Only the lines from the start of the data through the one containing "beside the door" belong in your answer; return them exactly.

(Saved entries)
....

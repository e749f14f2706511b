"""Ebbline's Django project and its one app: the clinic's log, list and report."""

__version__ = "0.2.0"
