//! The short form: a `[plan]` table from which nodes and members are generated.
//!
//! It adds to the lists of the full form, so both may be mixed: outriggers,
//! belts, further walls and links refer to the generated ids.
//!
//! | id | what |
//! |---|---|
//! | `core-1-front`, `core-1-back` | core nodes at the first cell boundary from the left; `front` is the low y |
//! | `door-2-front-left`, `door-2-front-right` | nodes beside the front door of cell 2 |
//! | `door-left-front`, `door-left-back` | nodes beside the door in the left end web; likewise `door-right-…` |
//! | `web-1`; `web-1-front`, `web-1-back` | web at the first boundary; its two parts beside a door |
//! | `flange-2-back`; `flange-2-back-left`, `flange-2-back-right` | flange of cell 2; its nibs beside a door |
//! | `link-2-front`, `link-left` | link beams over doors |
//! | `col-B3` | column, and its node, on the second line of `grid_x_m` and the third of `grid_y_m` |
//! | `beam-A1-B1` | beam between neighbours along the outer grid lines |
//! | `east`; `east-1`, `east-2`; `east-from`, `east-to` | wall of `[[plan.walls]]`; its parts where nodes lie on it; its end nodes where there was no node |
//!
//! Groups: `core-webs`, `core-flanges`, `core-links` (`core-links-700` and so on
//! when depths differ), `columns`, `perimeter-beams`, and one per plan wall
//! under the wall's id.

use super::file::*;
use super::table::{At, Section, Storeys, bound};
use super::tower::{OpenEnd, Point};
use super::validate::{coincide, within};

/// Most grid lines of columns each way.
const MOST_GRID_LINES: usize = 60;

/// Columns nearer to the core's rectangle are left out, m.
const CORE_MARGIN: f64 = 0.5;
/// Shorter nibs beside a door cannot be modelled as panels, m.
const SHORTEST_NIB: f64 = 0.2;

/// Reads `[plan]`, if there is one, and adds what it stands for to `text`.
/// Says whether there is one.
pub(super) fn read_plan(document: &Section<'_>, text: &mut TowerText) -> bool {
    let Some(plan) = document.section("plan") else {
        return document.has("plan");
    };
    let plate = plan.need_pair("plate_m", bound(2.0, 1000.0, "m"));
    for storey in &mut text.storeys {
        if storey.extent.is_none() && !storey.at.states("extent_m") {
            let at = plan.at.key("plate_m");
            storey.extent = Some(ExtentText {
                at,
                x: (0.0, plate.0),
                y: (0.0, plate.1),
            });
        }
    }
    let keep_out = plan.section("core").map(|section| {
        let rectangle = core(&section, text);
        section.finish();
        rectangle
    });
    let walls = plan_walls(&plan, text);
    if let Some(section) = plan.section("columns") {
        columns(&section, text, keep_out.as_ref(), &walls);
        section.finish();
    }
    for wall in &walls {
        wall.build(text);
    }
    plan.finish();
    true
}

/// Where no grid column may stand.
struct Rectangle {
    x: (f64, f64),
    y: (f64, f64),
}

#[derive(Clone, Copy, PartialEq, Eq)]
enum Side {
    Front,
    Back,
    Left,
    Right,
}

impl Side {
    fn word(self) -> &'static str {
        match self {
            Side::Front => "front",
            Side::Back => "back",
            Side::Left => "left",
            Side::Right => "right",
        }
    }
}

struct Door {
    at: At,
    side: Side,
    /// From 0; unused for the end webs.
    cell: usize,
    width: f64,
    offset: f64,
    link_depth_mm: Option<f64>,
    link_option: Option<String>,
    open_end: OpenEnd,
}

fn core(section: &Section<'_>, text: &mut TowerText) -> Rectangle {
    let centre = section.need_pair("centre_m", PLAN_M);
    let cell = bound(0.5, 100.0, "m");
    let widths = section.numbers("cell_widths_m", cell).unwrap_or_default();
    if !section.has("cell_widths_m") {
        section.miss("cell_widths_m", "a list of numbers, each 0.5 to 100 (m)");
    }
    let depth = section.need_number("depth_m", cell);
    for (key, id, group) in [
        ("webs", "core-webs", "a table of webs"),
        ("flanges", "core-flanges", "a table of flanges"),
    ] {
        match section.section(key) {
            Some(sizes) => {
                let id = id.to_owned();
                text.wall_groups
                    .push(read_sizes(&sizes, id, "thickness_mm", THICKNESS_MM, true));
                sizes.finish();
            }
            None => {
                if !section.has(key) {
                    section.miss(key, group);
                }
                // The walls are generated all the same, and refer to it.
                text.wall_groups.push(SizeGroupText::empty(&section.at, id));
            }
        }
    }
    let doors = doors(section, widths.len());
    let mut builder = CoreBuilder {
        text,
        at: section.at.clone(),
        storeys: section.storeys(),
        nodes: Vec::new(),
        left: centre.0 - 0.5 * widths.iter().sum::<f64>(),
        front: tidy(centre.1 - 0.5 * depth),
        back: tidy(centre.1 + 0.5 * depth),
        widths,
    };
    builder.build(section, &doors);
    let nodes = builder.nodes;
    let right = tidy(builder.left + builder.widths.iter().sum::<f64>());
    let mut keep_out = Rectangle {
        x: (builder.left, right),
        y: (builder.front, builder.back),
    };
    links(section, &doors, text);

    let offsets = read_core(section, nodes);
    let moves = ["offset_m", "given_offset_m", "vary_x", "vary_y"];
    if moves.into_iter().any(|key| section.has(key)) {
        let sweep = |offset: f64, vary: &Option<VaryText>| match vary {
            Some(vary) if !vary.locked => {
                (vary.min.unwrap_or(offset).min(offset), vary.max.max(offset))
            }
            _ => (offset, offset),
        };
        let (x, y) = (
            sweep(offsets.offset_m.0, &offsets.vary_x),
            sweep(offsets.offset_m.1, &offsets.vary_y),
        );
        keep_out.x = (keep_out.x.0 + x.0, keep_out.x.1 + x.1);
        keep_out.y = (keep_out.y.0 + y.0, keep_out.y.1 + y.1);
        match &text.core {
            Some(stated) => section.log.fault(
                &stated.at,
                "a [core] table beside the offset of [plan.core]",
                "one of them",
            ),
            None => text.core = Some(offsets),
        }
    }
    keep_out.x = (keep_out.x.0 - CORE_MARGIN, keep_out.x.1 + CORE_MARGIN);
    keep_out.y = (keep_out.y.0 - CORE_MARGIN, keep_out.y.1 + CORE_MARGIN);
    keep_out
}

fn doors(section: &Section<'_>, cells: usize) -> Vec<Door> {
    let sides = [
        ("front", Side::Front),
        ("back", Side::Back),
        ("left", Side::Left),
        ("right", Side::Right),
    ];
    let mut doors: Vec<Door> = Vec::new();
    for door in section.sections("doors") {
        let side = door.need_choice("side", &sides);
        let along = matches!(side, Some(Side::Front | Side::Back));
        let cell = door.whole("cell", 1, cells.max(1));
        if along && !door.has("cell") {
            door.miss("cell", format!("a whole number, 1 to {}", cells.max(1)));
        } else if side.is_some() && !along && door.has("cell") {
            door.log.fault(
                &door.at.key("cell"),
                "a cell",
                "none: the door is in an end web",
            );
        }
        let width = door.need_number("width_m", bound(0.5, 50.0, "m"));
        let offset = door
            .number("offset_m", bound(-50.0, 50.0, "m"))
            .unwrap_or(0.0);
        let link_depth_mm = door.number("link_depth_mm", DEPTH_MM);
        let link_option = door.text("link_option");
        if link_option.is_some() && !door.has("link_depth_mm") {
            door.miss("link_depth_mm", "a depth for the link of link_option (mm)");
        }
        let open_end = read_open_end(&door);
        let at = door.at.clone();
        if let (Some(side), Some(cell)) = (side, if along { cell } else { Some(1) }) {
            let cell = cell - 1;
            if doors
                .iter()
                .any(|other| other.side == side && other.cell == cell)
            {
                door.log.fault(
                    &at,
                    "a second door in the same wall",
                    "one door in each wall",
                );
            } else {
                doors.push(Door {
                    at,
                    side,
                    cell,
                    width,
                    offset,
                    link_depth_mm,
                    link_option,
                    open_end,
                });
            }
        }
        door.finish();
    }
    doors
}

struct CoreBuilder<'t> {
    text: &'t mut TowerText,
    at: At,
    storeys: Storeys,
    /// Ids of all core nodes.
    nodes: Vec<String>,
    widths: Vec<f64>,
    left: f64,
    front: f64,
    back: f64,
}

....

Solution for this exercise =>
repository e749f14f2706511b
"""Ebbline's Django project and its one app: the clinic's log, list and report."""

__version__ = "0.2.0"
//! The short form: a `[plan]` table from which nodes and members are generated.
//!
//! It adds to the lists of the full form, so both may be mixed: outriggers,
//! belts, further walls and links refer to the generated ids.
//!
//! | id | what |
//! |---|---|
//! | `core-1-front`, `core-1-back` | core nodes at the first cell boundary from the left; `front` is the low y |
//! | `door-2-front-left`, `door-2-front-right` | nodes beside the front door of cell 2 |
//! | `door-left-front`, `door-left-back` | nodes beside the door in the left end web; likewise `door-right-…` |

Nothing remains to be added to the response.